** Provided material follows **

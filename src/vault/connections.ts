import { Pool } from 'pg'
import type { PoolClient } from 'pg'
import type { Log } from '../base/ports.ts'

export type TextRow = readonly (string | null)[]

/** Every value as the text the server sent. */
export const asText = {
  getTypeParser:
    () =>
    (value: string): string =>
      value,
}

/** What holds for every connection to the vault, so that a value prints and a name resolves the same way whatever the role's own settings say. */
const options = [
  'search_path=pg_catalog,pg_temp',
  'datestyle=ISO',
  'intervalstyle=postgres',
  'extra_float_digits=1',
  'bytea_output=hex',
  'standard_conforming_strings=on',
  'transform_null_equals=off',
  'jit=off',
  'default_transaction_read_only=on',
]

/** Pools to the vault: one to ask, a small one, always warm, from which a running query is cancelled. */
export interface VaultConnections {
  readonly asking: Pool
  /** Stops what the backend is running. Never throws. */
  cancel(pid: string): Promise<void>
  close(): Promise<void>
}

export interface ConnectionOptions {
  readonly url: string
  readonly maxConnections: number
  readonly waitMs: number
  readonly log: Log
}

export function openVaultConnections({ url, maxConnections, waitMs, log }: ConnectionOptions): VaultConnections {
  const shared = { connectionString: url, connectionTimeoutMillis: waitMs, keepAlive: true, options: options.map((setting) => `-c ${setting}`).join(' ') }
  const asking = new Pool({ ...shared, max: maxConnections, application_name: 'hedgerow', pipeline: true, idle_in_transaction_session_timeout: 60_000 })
  const cancelling = new Pool({ ...shared, max: 2, application_name: 'hedgerow cancel', idleTimeoutMillis: 0, statement_timeout: 5_000 })
  for (const pool of [asking, cancelling]) {
    pool.on('error', () => log('warn', 'vault connection lost'))
    pool.on('connect', (client) => client.on('error', () => undefined))
  }
  return {
    asking,
    cancel: async (pid) => {
      // The second try is for the connection that had died while it lay idle.
      const cancelled = async (): Promise<void> => void (await cancelling.query('select pg_catalog.pg_cancel_backend($1)', [pid]))
      await cancelled()
        .catch(cancelled)
        .catch(() => log('warn', 'vault query could not be cancelled'))
    },
    close: async () => void (await Promise.all([asking.end(), cancelling.end()])),
  }
}

/** Gives a connection back where `whole`, cuts it otherwise, whatever it is still doing. */
export function giveBack(client: PoolClient, whole: boolean): void {
  if (!whole) client.connection.stream.destroy()
  client.release(!whole)
}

** End of Provided material **

[Work instruction] Output all of the data without altering a single line.

[Solution below]
filename src/vault/connections.ts
import { Pool } from 'pg'
import type { PoolClient } from 'pg'
import type { Log } from '../base/ports.ts'

export type TextRow = readonly (string | null)[]

/** Every value as the text the server sent. */
export const asText = {
  getTypeParser:
    () =>
    (value: string): string =>
      value,
}

/** What holds for every connection to the vault, so that a value prints and a name resolves the same way whatever the role's own settings say. */
const options = [
  'search_path=pg_catalog,pg_temp',
  'datestyle=ISO',
  'intervalstyle=postgres',
  'extra_float_digits=1',
  'bytea_output=hex',
  'standard_conforming_strings=on',
  'transform_null_equals=off',
  'jit=off',
  'default_transaction_read_only=on',
]

/** Pools to the vault: one to ask, a small one, always warm, from which a running query is cancelled. */
export interface VaultConnections {
  readonly asking: Pool
  /** Stops what the backend is running. Never throws. */
  cancel(pid: string): Promise<void>
  close(): Promise<void>
}

export interface ConnectionOptions {
  readonly url: string
  readonly maxConnections: number
  readonly waitMs: number
  readonly log: Log
}

export function openVaultConnections({ url, maxConnections, waitMs, log }: ConnectionOptions): VaultConnections {
  const shared = { connectionString: url, connectionTimeoutMillis: waitMs, keepAlive: true, options: options.map((setting) => `-c ${setting}`).join(' ') }
  const asking = new Pool({ ...shared, max: maxConnections, application_name: 'hedgerow', pipeline: true, idle_in_transaction_session_timeout: 60_000 })
  const cancelling = new Pool({ ...shared, max: 2, application_name: 'hedgerow cancel', idleTimeoutMillis: 0, statement_timeout: 5_000 })
  for (const pool of [asking, cancelling]) {
    pool.on('error', () => log('warn', 'vault connection lost'))
    pool.on('connect', (client) => client.on('error', () => undefined))
  }
  return {
    asking,
    cancel: async (pid) => {
      // The second try is for the connection that had died while it lay idle.
      const cancelled = async (): Promise<void> => void (await cancelling.query('select pg_catalog.pg_cancel_backend($1)', [pid]))
      await cancelled()
        .catch(cancelled)
        .catch(() => log('warn', 'vault query could not be cancelled'))
    },
    close: async () => void (await Promise.all([asking.end(), cancelling.end()])),
  }
}

/** Gives a connection back where `whole`, cuts it otherwise, whatever it is still doing. */
export function giveBack(client: PoolClient, whole: boolean): void {
  if (!whole) client.connection.stream.destroy()
  client.release(!whole)
}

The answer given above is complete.